EXERCISE DETAILS :: Beneath this instruction is a block of data; output from it exactly the lines that run from the one containing "return OutputException.Guard(dir, ()" through the one containing "Shared with merge.</summary>", inclusive.

Top of STORED DATA

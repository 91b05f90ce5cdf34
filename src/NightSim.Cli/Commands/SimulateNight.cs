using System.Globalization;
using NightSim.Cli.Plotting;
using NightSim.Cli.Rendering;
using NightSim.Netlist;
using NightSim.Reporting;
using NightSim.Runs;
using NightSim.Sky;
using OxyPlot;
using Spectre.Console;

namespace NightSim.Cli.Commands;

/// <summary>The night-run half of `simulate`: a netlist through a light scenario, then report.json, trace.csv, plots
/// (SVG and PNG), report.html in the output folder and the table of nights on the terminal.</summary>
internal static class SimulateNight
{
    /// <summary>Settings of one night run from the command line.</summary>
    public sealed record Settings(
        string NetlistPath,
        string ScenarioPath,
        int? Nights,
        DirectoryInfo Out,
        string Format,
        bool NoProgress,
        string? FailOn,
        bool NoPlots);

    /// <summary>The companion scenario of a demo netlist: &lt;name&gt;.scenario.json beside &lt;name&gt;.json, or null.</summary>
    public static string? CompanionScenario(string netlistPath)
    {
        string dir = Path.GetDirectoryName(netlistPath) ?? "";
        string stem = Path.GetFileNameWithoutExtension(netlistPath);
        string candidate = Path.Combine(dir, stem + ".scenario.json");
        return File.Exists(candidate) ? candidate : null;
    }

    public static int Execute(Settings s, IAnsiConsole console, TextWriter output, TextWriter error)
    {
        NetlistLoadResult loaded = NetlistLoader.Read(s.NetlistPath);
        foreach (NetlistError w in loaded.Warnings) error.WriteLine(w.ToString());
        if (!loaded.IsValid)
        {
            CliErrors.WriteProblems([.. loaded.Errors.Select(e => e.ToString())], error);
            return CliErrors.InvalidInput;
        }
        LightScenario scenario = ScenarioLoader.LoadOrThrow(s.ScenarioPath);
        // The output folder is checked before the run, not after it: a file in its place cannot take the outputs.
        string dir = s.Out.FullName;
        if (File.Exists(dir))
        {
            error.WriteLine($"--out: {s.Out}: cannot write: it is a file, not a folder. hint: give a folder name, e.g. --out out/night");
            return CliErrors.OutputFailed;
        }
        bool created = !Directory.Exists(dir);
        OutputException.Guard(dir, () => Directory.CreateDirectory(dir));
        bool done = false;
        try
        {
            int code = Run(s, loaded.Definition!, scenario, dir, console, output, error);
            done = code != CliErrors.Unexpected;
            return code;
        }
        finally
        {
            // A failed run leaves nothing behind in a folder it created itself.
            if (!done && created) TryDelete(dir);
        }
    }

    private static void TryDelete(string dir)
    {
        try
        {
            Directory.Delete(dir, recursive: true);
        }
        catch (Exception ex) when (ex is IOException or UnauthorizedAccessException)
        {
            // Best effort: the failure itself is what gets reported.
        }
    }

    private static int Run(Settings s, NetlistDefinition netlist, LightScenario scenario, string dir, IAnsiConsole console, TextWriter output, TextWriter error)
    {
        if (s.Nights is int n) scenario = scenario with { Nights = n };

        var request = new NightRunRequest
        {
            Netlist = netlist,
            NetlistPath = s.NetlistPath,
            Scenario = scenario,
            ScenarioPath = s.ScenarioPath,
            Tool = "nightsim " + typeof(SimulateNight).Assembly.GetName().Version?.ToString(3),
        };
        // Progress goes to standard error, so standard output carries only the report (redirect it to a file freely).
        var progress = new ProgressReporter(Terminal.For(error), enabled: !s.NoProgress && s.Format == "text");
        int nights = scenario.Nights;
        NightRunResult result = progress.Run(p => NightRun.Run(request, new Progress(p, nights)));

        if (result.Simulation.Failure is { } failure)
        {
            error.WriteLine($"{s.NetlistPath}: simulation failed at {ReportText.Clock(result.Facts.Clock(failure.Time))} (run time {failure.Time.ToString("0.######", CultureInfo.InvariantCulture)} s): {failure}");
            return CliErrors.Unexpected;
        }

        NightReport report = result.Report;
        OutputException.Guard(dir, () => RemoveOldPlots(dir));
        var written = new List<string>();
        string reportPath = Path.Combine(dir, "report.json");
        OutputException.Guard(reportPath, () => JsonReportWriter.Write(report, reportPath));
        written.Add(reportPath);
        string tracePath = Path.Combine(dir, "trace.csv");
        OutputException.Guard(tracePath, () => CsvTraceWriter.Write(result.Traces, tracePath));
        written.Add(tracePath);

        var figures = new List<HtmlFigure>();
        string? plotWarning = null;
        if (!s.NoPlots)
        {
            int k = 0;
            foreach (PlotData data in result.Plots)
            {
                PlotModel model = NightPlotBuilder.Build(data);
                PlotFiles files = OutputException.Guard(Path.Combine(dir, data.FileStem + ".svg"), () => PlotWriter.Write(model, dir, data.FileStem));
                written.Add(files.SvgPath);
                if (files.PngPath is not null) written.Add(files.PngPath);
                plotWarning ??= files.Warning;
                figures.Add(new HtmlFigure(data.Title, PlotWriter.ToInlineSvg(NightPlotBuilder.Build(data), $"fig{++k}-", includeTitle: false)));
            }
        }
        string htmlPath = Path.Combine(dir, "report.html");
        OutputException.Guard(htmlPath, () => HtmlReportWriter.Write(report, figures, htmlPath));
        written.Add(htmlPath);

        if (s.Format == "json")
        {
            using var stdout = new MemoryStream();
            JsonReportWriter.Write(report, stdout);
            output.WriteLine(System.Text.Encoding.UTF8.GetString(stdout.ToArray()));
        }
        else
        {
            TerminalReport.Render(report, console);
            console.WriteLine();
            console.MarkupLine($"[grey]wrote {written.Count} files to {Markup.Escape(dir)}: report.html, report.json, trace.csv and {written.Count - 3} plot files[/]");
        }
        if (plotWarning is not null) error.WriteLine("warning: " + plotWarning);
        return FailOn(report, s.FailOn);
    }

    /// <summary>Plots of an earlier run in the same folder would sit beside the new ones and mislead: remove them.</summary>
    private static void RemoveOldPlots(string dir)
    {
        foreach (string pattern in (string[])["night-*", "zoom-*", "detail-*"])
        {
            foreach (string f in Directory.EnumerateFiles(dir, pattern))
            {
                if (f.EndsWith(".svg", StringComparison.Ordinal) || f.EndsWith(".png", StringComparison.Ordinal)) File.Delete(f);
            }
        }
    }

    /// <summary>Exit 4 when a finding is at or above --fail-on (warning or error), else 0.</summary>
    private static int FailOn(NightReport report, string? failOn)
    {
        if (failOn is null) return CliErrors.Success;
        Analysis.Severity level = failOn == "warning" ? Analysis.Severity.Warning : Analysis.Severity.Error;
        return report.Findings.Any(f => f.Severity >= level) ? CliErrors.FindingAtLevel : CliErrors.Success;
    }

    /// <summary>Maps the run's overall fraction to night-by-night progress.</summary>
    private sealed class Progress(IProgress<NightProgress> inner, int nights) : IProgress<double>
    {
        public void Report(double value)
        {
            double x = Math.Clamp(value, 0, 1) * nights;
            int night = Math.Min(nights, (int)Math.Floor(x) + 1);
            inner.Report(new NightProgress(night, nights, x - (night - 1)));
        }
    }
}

Bottom of STORED DATA
Top of STORED DATA

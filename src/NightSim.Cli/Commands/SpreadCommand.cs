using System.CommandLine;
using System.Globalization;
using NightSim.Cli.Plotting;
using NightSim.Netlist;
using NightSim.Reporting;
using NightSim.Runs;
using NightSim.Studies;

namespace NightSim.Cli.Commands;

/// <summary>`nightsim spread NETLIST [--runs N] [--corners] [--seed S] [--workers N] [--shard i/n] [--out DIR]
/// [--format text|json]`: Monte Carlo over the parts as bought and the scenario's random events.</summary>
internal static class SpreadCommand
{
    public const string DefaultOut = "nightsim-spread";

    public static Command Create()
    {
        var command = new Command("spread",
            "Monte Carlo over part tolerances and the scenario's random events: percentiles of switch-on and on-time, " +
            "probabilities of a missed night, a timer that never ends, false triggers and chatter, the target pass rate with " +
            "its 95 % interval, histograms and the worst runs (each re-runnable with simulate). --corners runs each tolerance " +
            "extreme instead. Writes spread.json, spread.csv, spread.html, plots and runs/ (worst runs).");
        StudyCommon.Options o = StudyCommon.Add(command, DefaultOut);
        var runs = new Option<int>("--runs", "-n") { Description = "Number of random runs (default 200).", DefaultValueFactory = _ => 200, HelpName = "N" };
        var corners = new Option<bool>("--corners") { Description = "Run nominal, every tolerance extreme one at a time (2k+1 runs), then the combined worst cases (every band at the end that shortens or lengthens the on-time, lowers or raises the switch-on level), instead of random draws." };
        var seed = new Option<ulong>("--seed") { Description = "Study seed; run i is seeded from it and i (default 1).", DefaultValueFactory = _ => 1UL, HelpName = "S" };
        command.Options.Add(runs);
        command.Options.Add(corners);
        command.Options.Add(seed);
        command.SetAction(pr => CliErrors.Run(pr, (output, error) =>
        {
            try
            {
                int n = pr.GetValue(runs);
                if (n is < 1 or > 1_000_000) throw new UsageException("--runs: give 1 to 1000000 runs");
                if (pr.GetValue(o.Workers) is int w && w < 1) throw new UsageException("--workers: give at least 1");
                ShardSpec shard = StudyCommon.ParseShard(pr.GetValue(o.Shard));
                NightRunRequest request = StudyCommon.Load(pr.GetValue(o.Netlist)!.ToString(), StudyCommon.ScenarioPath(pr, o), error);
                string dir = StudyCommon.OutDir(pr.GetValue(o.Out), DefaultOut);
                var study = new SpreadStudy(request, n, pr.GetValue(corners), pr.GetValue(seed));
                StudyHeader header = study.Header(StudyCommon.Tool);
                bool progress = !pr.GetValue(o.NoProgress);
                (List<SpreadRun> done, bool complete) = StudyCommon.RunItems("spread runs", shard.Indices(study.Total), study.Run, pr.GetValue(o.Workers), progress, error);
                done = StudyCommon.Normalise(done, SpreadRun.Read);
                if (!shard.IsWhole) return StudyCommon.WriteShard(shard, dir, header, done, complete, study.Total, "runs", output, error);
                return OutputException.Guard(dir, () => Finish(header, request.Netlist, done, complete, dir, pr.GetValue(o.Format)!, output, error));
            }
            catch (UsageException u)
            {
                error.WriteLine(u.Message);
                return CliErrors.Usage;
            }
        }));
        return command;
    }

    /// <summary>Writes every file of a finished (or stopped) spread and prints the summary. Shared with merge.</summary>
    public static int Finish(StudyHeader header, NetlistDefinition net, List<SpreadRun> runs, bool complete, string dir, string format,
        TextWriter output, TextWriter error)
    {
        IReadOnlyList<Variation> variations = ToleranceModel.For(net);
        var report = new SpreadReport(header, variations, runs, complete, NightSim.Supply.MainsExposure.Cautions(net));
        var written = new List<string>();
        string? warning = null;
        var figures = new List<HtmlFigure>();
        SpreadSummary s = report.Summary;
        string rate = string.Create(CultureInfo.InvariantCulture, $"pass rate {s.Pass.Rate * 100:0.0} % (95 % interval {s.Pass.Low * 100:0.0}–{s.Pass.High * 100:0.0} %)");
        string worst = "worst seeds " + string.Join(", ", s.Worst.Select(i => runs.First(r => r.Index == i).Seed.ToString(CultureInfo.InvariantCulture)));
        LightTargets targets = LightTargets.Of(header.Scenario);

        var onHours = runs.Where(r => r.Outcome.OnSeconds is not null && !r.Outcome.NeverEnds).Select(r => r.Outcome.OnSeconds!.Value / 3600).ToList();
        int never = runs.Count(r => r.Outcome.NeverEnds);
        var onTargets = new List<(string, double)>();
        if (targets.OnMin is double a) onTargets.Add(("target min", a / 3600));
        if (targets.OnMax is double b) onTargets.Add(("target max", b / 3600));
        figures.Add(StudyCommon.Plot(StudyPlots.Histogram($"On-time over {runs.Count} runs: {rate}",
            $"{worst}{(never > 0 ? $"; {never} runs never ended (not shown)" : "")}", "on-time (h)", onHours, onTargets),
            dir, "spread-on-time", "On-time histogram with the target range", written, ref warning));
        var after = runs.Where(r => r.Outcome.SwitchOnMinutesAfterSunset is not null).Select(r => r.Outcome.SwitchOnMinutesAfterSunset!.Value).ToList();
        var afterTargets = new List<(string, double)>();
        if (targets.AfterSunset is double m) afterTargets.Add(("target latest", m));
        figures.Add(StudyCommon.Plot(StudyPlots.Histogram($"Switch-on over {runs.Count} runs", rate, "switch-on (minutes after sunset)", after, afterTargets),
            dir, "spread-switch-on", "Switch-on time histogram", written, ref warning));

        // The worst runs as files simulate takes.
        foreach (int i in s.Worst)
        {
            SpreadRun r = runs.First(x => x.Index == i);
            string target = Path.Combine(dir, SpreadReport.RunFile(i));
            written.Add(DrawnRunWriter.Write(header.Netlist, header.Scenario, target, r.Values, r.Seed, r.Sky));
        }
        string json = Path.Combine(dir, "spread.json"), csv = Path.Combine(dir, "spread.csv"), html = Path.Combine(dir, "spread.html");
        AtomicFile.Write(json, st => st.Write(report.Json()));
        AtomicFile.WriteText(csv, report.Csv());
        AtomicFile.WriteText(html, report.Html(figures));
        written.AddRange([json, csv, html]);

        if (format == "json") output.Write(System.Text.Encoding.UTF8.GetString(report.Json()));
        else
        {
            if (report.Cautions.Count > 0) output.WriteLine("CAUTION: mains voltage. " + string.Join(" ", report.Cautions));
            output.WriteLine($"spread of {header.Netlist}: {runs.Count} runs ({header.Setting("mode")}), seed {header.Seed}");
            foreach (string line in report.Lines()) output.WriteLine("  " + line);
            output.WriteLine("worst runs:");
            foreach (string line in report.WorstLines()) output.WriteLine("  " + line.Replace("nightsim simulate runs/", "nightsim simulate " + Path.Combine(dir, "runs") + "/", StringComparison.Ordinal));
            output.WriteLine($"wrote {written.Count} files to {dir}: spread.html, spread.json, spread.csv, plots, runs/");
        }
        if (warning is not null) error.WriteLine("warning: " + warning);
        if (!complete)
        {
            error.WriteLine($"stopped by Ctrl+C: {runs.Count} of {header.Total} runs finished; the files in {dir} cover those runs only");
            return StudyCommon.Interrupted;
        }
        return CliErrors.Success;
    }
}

Bottom of STORED DATA

RESULT ::
                return OutputException.Guard(dir, () => Finish(header, request.Netlist, done, complete, dir, pr.GetValue(o.Format)!, output, error));
            }
            catch (UsageException u)
            {
                error.WriteLine(u.Message);
                return CliErrors.Usage;
            }
        }));
        return command;
    }

    /// <summary>Writes every file of a finished (or stopped) spread and prints the summary. Shared with merge.</summary>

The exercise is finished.